→ Goal of the exercise
Output the entries underneath exactly as they are.

Stored data entries:
• • • • • • •
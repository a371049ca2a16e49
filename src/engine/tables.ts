import { count, type Engine, nano, type Row, real, whole, wholeOrNull } from "./engine.ts";
import { nanoText } from "./nano.ts";
import { pivotAndScale } from "./pivot.ts";
import {
  cells,
  classes,
  type Dialect,
  decimalValue,
  EACH_BUCKET,
  jointCells,
  type Measured,
  type Over,
  type Statement,
} from "./sql/index.ts";
import type { CellTable, JointTable, ScoreTable } from "./types.ts";

/** From values over units to tables of exact sums. */

export interface DecimalMeasure {
  readonly pivot: string;
  readonly scale: number;
  readonly value: Measured;
}

/** What each value is measured against, from the units of a table. */
export async function decimalMeasures(
  values: readonly Statement[],
  from: Statement,
  engine: Engine,
  dialect: Dialect,
): Promise<DecimalMeasure[]> {
  if (values.length === 0) return [];
  const rows = await engine.query(classes(values, from, dialect));
  return values.map((x, part) => {
    const { pivot, scale } = pivotAndScale(
      rows
        .filter((row) => Number(row.part) === part)
        .map((row) => ({
          powerOfTwo: wholeOrNull(row, "class") === null ? null : count(row, "class"),
          n: whole(row, "n"),
          total: nano(row, "total"),
          least: nano(row, "least"),
          most: nano(row, "most"),
        })),
    );
    return { pivot: nanoText(pivot), scale, value: decimalValue(x, nanoText(pivot), scale, dialect) };
  });
}

export async function decimalTables(
  measures: readonly DecimalMeasure[],
  engine: Engine,
  over: Over = EACH_BUCKET,
): Promise<CellTable[]> {
  const found = await someAtATime(
    measures.map((measure) => measure.value),
    (some) => engine.query(cells(some, over)),
  );
  return measures.map((measure, i) => {
    const { rows, at } = found[i] ?? { rows: [], at: 0 };
    return {
      pivot: measure.pivot,
      scale: measure.scale,
      ...powerColumns(rows, at),
      total: rows.map((row) => nano(row, `total${at}`)),
      smallest: rows.map((row) => nano(row, `least${at}`)),
      largest: rows.map((row) => nano(row, `most${at}`)),
    };
  });
}

/** Of doubles measured against 0. */
export async function doubleTables(
  values: readonly { readonly value: Measured; readonly scale: number }[],
  engine: Engine,
  over: Over = EACH_BUCKET,
): Promise<ScoreTable[]> {
  const found = await someAtATime(
    values.map(({ value }) => value),
    (some) => engine.query(cells(some, over)),
  );
  return values.map(({ scale }, i) => {
    const { rows, at } = found[i] ?? { rows: [], at: 0 };
    return {
      scale,
      ...powerColumns(rows, at),
      smallest: rows.map((row) => real(row, `least${at}`)),
      largest: rows.map((row) => real(row, `most${at}`)),
    };
  });
}

export type MeasuredPair = readonly [DecimalMeasure, DecimalMeasure];

export async function jointTables(
  pairs: readonly MeasuredPair[],
  engine: Engine,
  over: Over = EACH_BUCKET,
): Promise<JointTable[]> {
  const found = await someAtATime(
    pairs.map(([y, x]) => [y.value, x.value] as const),
    (some) => engine.query(jointCells(some, over)),
  );
  return pairs.map(([y, x], i) => {
    const { rows, at } = found[i] ?? { rows: [], at: 0 };
    const sums = (jk: string) => rows.map((row) => whole(row, `h${at}_${jk}`));
    const rests = (jk: string) => rows.map((row) => whole(row, `l${at}_${jk}`));
    return {
      pivots: [y.pivot, x.pivot],
      scales: [y.scale, x.scale],
      ...groupColumns(rows, at),
      high10: sums("10"),
      high01: sums("01"),
      high20: sums("20"),
      high11: sums("11"),
      high02: sums("02"),
      low10: rests("10"),
      low01: rests("01"),
      low20: rests("20"),
      low11: rests("11"),
      low02: rests("02"),
      totalY: rows.map((row) => nano(row, `y${at}`)),
      totalX: rows.map((row) => nano(row, `x${at}`)),
    };
  });
}

// A statement of a thousand columns takes longer to plan than to run.
const AT_ONCE = 12;

/** Rows of each value; a group in which no unit has one says nothing. */
async function someAtATime<T>(
  values: readonly T[],
  ask: (some: readonly T[]) => Promise<Row[]>,
): Promise<{ rows: Row[]; at: number }[]> {
  const found: { rows: Row[]; at: number }[] = [];
  for (let from = 0; from < values.length; from += AT_ONCE) {
    const some = values.slice(from, from + AT_ONCE);
    const rows = await ask(some);
    found.push(...some.map((_, at) => ({ rows: rows.filter((row) => count(row, `n${at}`) > 0), at })));
  }
  return found;
}

const groupColumns = (rows: readonly Row[], at: number) => ({
  variant: rows.map((row) => Number(row.variant)),
  bucket: rows.map((row) => Number(row.bucket)),
  n: rows.map((row) => count(row, `n${at}`)),
});

function powerColumns(rows: readonly Row[], at: number) {
  const sums = (kind: "h" | "l", k: number) => rows.map((row) => whole(row, `${kind}${at}_${k}`));
  return {
    ...groupColumns(rows, at),
    high1: sums("h", 1),
    high2: sums("h", 2),
    high3: sums("h", 3),
    high4: sums("h", 4),
    low1: sums("l", 1),
    low2: sums("l", 2),
    low3: sums("l", 3),
    low4: sums("l", 4),
  };
}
• • • • • • •
→ The answer
repository a371049ca2a16e49
filename src/engine/tables.ts
import { count, type Engine, nano, type Row, real, whole, wholeOrNull } from "./engine.ts";
import { nanoText } from "./nano.ts";
import { pivotAndScale } from "./pivot.ts";
import {
  cells,
  classes,
  type Dialect,
  decimalValue,
  EACH_BUCKET,
  jointCells,
  type Measured,
  type Over,
  type Statement,
} from "./sql/index.ts";
import type { CellTable, JointTable, ScoreTable } from "./types.ts";

/** From values over units to tables of exact sums. */

export interface DecimalMeasure {
  readonly pivot: string;
  readonly scale: number;
  readonly value: Measured;
}

/** What each value is measured against, from the units of a table. */
export async function decimalMeasures(
  values: readonly Statement[],
  from: Statement,
  engine: Engine,
  dialect: Dialect,
): Promise<DecimalMeasure[]> {
  if (values.length === 0) return [];
  const rows = await engine.query(classes(values, from, dialect));
  return values.map((x, part) => {
    const { pivot, scale } = pivotAndScale(
      rows
        .filter((row) => Number(row.part) === part)
        .map((row) => ({
          powerOfTwo: wholeOrNull(row, "class") === null ? null : count(row, "class"),
          n: whole(row, "n"),
          total: nano(row, "total"),
          least: nano(row, "least"),
          most: nano(row, "most"),
        })),
    );
    return { pivot: nanoText(pivot), scale, value: decimalValue(x, nanoText(pivot), scale, dialect) };
  });
}

export async function decimalTables(
  measures: readonly DecimalMeasure[],
  engine: Engine,
  over: Over = EACH_BUCKET,
): Promise<CellTable[]> {
  const found = await someAtATime(
    measures.map((measure) => measure.value),
    (some) => engine.query(cells(some, over)),
  );
  return measures.map((measure, i) => {
    const { rows, at } = found[i] ?? { rows: [], at: 0 };
    return {
      pivot: measure.pivot,
      scale: measure.scale,
      ...powerColumns(rows, at),
      total: rows.map((row) => nano(row, `total${at}`)),
      smallest: rows.map((row) => nano(row, `least${at}`)),
      largest: rows.map((row) => nano(row, `most${at}`)),
    };
  });
}

/** Of doubles measured against 0. */
export async function doubleTables(
  values: readonly { readonly value: Measured; readonly scale: number }[],
  engine: Engine,
  over: Over = EACH_BUCKET,
): Promise<ScoreTable[]> {
  const found = await someAtATime(
    values.map(({ value }) => value),
    (some) => engine.query(cells(some, over)),
  );
  return values.map(({ scale }, i) => {
    const { rows, at } = found[i] ?? { rows: [], at: 0 };
    return {
      scale,
      ...powerColumns(rows, at),
      smallest: rows.map((row) => real(row, `least${at}`)),
      largest: rows.map((row) => real(row, `most${at}`)),
    };
  });
}

export type MeasuredPair = readonly [DecimalMeasure, DecimalMeasure];

export async function jointTables(
  pairs: readonly MeasuredPair[],
  engine: Engine,
  over: Over = EACH_BUCKET,
): Promise<JointTable[]> {
  const found = await someAtATime(
    pairs.map(([y, x]) => [y.value, x.value] as const),
    (some) => engine.query(jointCells(some, over)),
  );
  return pairs.map(([y, x], i) => {
    const { rows, at } = found[i] ?? { rows: [], at: 0 };
    const sums = (jk: string) => rows.map((row) => whole(row, `h${at}_${jk}`));
    const rests = (jk: string) => rows.map((row) => whole(row, `l${at}_${jk}`));
    return {
      pivots: [y.pivot, x.pivot],
      scales: [y.scale, x.scale],
      ...groupColumns(rows, at),
      high10: sums("10"),
      high01: sums("01"),
      high20: sums("20"),
      high11: sums("11"),
      high02: sums("02"),
      low10: rests("10"),
      low01: rests("01"),
      low20: rests("20"),
      low11: rests("11"),
      low02: rests("02"),
      totalY: rows.map((row) => nano(row, `y${at}`)),
      totalX: rows.map((row) => nano(row, `x${at}`)),
    };
  });
}

// A statement of a thousand columns takes longer to plan than to run.
const AT_ONCE = 12;

/** Rows of each value; a group in which no unit has one says nothing. */
async function someAtATime<T>(
  values: readonly T[],
  ask: (some: readonly T[]) => Promise<Row[]>,
): Promise<{ rows: Row[]; at: number }[]> {
  const found: { rows: Row[]; at: number }[] = [];
  for (let from = 0; from < values.length; from += AT_ONCE) {
    const some = values.slice(from, from + AT_ONCE);
    const rows = await ask(some);
    found.push(...some.map((_, at) => ({ rows: rows.filter((row) => count(row, `n${at}`) > 0), at })));
  }
  return found;
}

const groupColumns = (rows: readonly Row[], at: number) => ({
  variant: rows.map((row) => Number(row.variant)),
  bucket: rows.map((row) => Number(row.bucket)),
  n: rows.map((row) => count(row, `n${at}`)),
});

function powerColumns(rows: readonly Row[], at: number) {
  const sums = (kind: "h" | "l", k: number) => rows.map((row) => whole(row, `${kind}${at}_${k}`));
  return {
    ...groupColumns(rows, at),
    high1: sums("h", 1),
    high2: sums("h", 2),
    high3: sums("h", 3),
    high4: sums("h", 4),
    low1: sums("l", 1),
    low2: sums("l", 2),
    low3: sums("l", 3),
    low4: sums("l", 4),
  };
}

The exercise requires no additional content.